[What is being asked]
For this listing, the lines between the one holding "expect(third.body.message).toMatch(/That address has" and the one holding "describe('new-password mails', ()", inclusive, must be set down exactly.

+++ Provided data

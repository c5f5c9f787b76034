import { fuzzWriteRoutes } from './support/fuzz.js';

// Every write route gets 1,000 hostile bodies; the routes are shared between two files so
// that two workers can run them side by side.
fuzzWriteRoutes({ part: 1, of: 2 });
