import { QueryTypes } from 'sequelize';
import { Sequelize } from 'sequelize-typescript';
import { afterAll, beforeAll, describe, expect, it } from 'vitest';
import { linkPath, outbox, waitForMail } from './support/mail.js';
import { Client, registered, signedIn, startTestApp, type TestApp } from './support/test-app.js';

let t: TestApp;

beforeAll(async () => {
  t = await startTestApp({ SMTP_URL: '', SIGN_IN_LIMIT_PER_MINUTE: '1000' });
});
afterAll(() => t.close());

async function anonymous(): Promise<Client> {
  const c = new Client(t.http());
  await c.refreshToken();
  return c;
}

const tokenOf = (path: string) => path.split('/').pop()!;

describe('asking for a reset', () => {
  it('answers 202 with the same body for a known and an unknown address, mailing only the known', async () => {
    await registered(t, 'forgetful@example.test', 'Reset household');
    const c = await anonymous();
    const known = await c.post('/api/auth/password-reset', { email: 'Forgetful@Example.test' });
    const unknown = await c.post('/api/auth/password-reset', { email: 'nobody@example.test' });
    expect(known.status).toBe(202);
    expect(unknown.status).toBe(202);
    expect(known.body).toEqual(unknown.body);
    const mail = await waitForMail(c, 'forgetful@example.test', /new Workback password/);
    expect(linkPath(mail, '/reset-password/')).toMatch(/^\/reset-password\/[A-Za-z0-9_-]{43}$/);
    expect(mail.text).toMatch(/one hour/);
    expect(mail.text).toMatch(/because a new password was asked for/);
    await new Promise((r) => setTimeout(r, 200));
    expect((await outbox(c)).some((m) => m.to === 'nobody@example.test')).toBe(false);
  });

  it('names a bad e-mail field', async () => {
    const res = await (await anonymous()).post('/api/auth/password-reset', { email: 'nope' });
    expect(res.status).toBe(400);
    expect(res.body.fields).toHaveProperty('email');
  });
});

describe('setting the new password', () => {
  it('works end to end: new password signs in, the old does not, other sessions end, the link is single use', async () => {
    await registered(t, 'reset-me@example.test', 'Another reset household');
    const elsewhere = await signedIn(t, 'reset-me@example.test', 'a-long-enough-password');
    await elsewhere.get('/api/students').expect(200);

    const c = await anonymous();
    await c.post('/api/auth/password-reset', { email: 'reset-me@example.test' }).expect(202);
    const mail = await waitForMail(c, 'reset-me@example.test', /new Workback password/);
    const token = tokenOf(linkPath(mail, '/reset-password/'));
    const rows = await t.app
      .get(Sequelize)
      .query<{ token_hash: string }>('SELECT token_hash FROM password_reset_tokens', {
        type: QueryTypes.SELECT,
      });
    expect(rows.some((r) => r.token_hash === token)).toBe(false);

    const short = await c.post('/api/auth/password-reset/confirm', { token, password: 'short' });
    expect(short.status).toBe(400);
    expect(short.body.fields.password).toMatch(/8 to 128/);

    const ok = await c.post('/api/auth/password-reset/confirm', {
      token,
      password: 'a-brand-new-password',
    });
    expect(ok.status).toBe(200);
    expect((await elsewhere.get('/api/students')).status).toBe(401);
    expect(
      (await new Client(t.http()).signIn('reset-me@example.test', 'a-long-enough-password')).status,
    ).toBe(401);
    await signedIn(t, 'reset-me@example.test', 'a-brand-new-password');

    const again = await c.post('/api/auth/password-reset/confirm', {
      token,
      password: 'yet-another-password',
    });
    expect(again.status).toBe(410);
    expect(again.body.message).toMatch(/already been used/);
  });

  it('only the newest link works, an expired one answers 410 and an unknown one 404', async () => {
    await registered(t, 'twice-reset@example.test', 'Third reset household');
    const c = await anonymous();
    await c.post('/api/auth/password-reset', { email: 'twice-reset@example.test' }).expect(202);
    const first = tokenOf(
      linkPath(await waitForMail(c, 'twice-reset@example.test', /password/), '/reset-password/'),
    );
    await c.post('/api/auth/password-reset', { email: 'twice-reset@example.test' }).expect(202);
    let second = first;
    for (let i = 0; i < 100 && second === first; i++) {
      const mails = (await outbox(c)).filter((m) => m.to === 'twice-reset@example.test');
      second = tokenOf(linkPath(mails[0]!, '/reset-password/'));
      if (second === first) await new Promise((r) => setTimeout(r, 50));
    }
    expect(second).not.toBe(first);
    expect(
      (
        await c.post('/api/auth/password-reset/confirm', {
          token: first,
          password: 'first-link-password',
        })
      ).status,
    ).toBe(404);

    await t.app.get(Sequelize).query('UPDATE password_reset_tokens SET expires_at = ?', {
      replacements: [new Date(Date.now() - 1000)],
    });
    const late = await c.post('/api/auth/password-reset/confirm', {
      token: second,
      password: 'too-late-password',
    });
    expect(late.status).toBe(410);
    expect(late.body.message).toMatch(/expired/);
    expect(
      (
        await c.post('/api/auth/password-reset/confirm', {
          token: 'nonsense',
          password: 'whatever-long',
        })
      ).status,
    ).toBe(404);
    await signedIn(t, 'twice-reset@example.test', 'a-long-enough-password');
  });
});
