import { afterAll, beforeAll, describe, expect, it } from 'vitest';
import { SessionStoreService } from '../src/sessions/session-store.service.js';
import { outbox, waitForMail } from './support/mail.js';
import { Client, DEMO, signedIn, startTestApp, type TestApp } from './support/test-app.js';

// Small limits through configuration keep this fast (issue 13 §3).
let t: TestApp;

beforeAll(async () => {
  t = await startTestApp({
    SMTP_URL: '',
    SIGN_IN_LIMIT_PER_MINUTE: '1000',
    INVITATIONS_PER_HOUSEHOLD_PER_HOUR: '3',
    INVITATIONS_PER_ADDRESS_PER_DAY: '2',
    RESET_MAILS_PER_ADDRESS_PER_HOUR: '2',
  });
});
afterAll(() => t.close());

function sessionRows(): Promise<number> {
  return t.app.get(SessionStoreService).count();
}

describe('invitations', () => {
  it('limits invitations per recipient address, then per household, each with a 429', async () => {
    const owner = await signedIn(t, DEMO.owner);
    const invite = (email: string) => owner.post('/api/invitations', { email, role: 'parent' });
    expect((await invite('sprayed@example.test')).status).toBe(201);
    expect((await invite('sprayed@example.test')).status).toBe(201);
    const third = await invite('sprayed@example.test');
    expect(third.status).toBe(429);
    expect(third.body).toMatchObject({ statusCode: 429, error: 'Too Many Requests' });
    expect(third.body.message).toMatch(/That address has had 2 invitations today/);

    // The refused one did not count against the household: one more is allowed.
    expect((await invite('other@example.test')).status).toBe(201);
    const fourth = await invite('another@example.test');
    expect(fourth.status).toBe(429);
    expect(fourth.body.message).toMatch(/This household has sent 3 invitations in the last hour/);

    const open = await owner.get('/api/invitations').expect(200);
    const emails = (open.body.items as { email: string }[]).map((i) => i.email);
    expect(emails).not.toContain('another@example.test');
  });
});

describe('new-password mails', () => {
  it('limits reset requests per address, from any visitor, whether or not it has an account', async () => {
    const ask = async (email: string) => {
      const visitor = new Client(t.http());
      await visitor.refreshToken();
      return (await visitor.post('/api/auth/password-reset', { email })).status;
    };
    const statuses = [
      await ask(DEMO.parent),
      await ask(` ${DEMO.parent.toUpperCase()} `),
      await ask(DEMO.parent),
    ];
    expect(statuses).toEqual([202, 202, 429]);
    expect([await ask('nobody@example.test'), await ask('nobody@example.test')]).toEqual([
      202, 202,
    ]);
    expect(await ask('nobody@example.test')).toBe(429);

    const reader = await signedIn(t, DEMO.owner);
    await waitForMail(reader, DEMO.parent, /new Workback password/);
    await new Promise((r) => setTimeout(r, 200));
    const mails = (await outbox(reader)).filter(
      (m) => m.to === DEMO.parent && /new Workback password/.test(m.subject),
    );
    expect(mails).toHaveLength(2);
  });
});

describe('anonymous CSRF tokens', () => {
  it('stores no session row for visitors fetching a token', async () => {
    const before = await sessionRows();
    for (let i = 0; i < 100; i++) {
      const res = await t.http().get('/api/auth/csrf').expect(200);
      expect(res.body.token).toMatch(/^[A-Za-z0-9_-]{43}$/);
    }
    expect(await sessionRows()).toBe(before);
  });

  it('gives a visitor the same token while its cookie lasts', async () => {
    const visitor = new Client(t.http());
    const first = await visitor.refreshToken();
    expect(await visitor.refreshToken()).toBe(first);
  });

  it('refuses a sign-in with no token, a forged one, or one tied to another visitor', async () => {
    const body = { email: DEMO.owner, password: 'workback-demo' };
    const stranger = new Client(t.http());
    const strangersToken = await stranger.refreshToken();
    const visitor = new Client(t.http());
    await visitor.refreshToken();

    const none = await visitor.agent.post('/api/auth/login').send(body);
    expect(none.status).toBe(403);
    expect(none.body.message).toMatch(/CSRF/);
    const forged = await visitor.agent
      .post('/api/auth/login')
      .set('x-csrf-token', 'x'.repeat(43))
      .send(body);
    expect(forged.status).toBe(403);
    const borrowed = await visitor.agent
      .post('/api/auth/login')
      .set('x-csrf-token', strangersToken)
      .send(body);
    expect(borrowed.status).toBe(403);
    // The token without its cookie is worth nothing either.
    const cookieless = await t
      .http()
      .post('/api/auth/login')
      .set('x-csrf-token', strangersToken)
      .send(body);
    expect(cookieless.status).toBe(403);

    expect((await visitor.post('/api/auth/login', body)).status).toBe(200);
  });

  it('after sign-in wants the session token, not the visitor token', async () => {
    const client = new Client(t.http());
    const visitorToken = await client.refreshToken();
    const login = await client.post('/api/auth/login', {
      email: DEMO.owner,
      password: 'workback-demo',
    });
    expect(login.status).toBe(200);
    const stale = await client.post('/api/students', { name: 'Ivy', gradeLevel: '3' });
    expect(stale.status).toBe(403);
    const sessionToken = await client.refreshToken();
    expect(sessionToken).not.toBe(visitorToken);
    const rows = await sessionRows();
    expect(rows).toBeGreaterThan(0);
  });
});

++++++

[Completed task]
    expect(third.body.message).toMatch(/That address has had 2 invitations today/);

    // The refused one did not count against the household: one more is allowed.
    expect((await invite('other@example.test')).status).toBe(201);
    const fourth = await invite('another@example.test');
    expect(fourth.status).toBe(429);
    expect(fourth.body.message).toMatch(/This household has sent 3 invitations in the last hour/);

    const open = await owner.get('/api/invitations').expect(200);
    const emails = (open.body.items as { email: string }[]).map((i) => i.email);
    expect(emails).not.toContain('another@example.test');
  });
});

describe('new-password mails', () => {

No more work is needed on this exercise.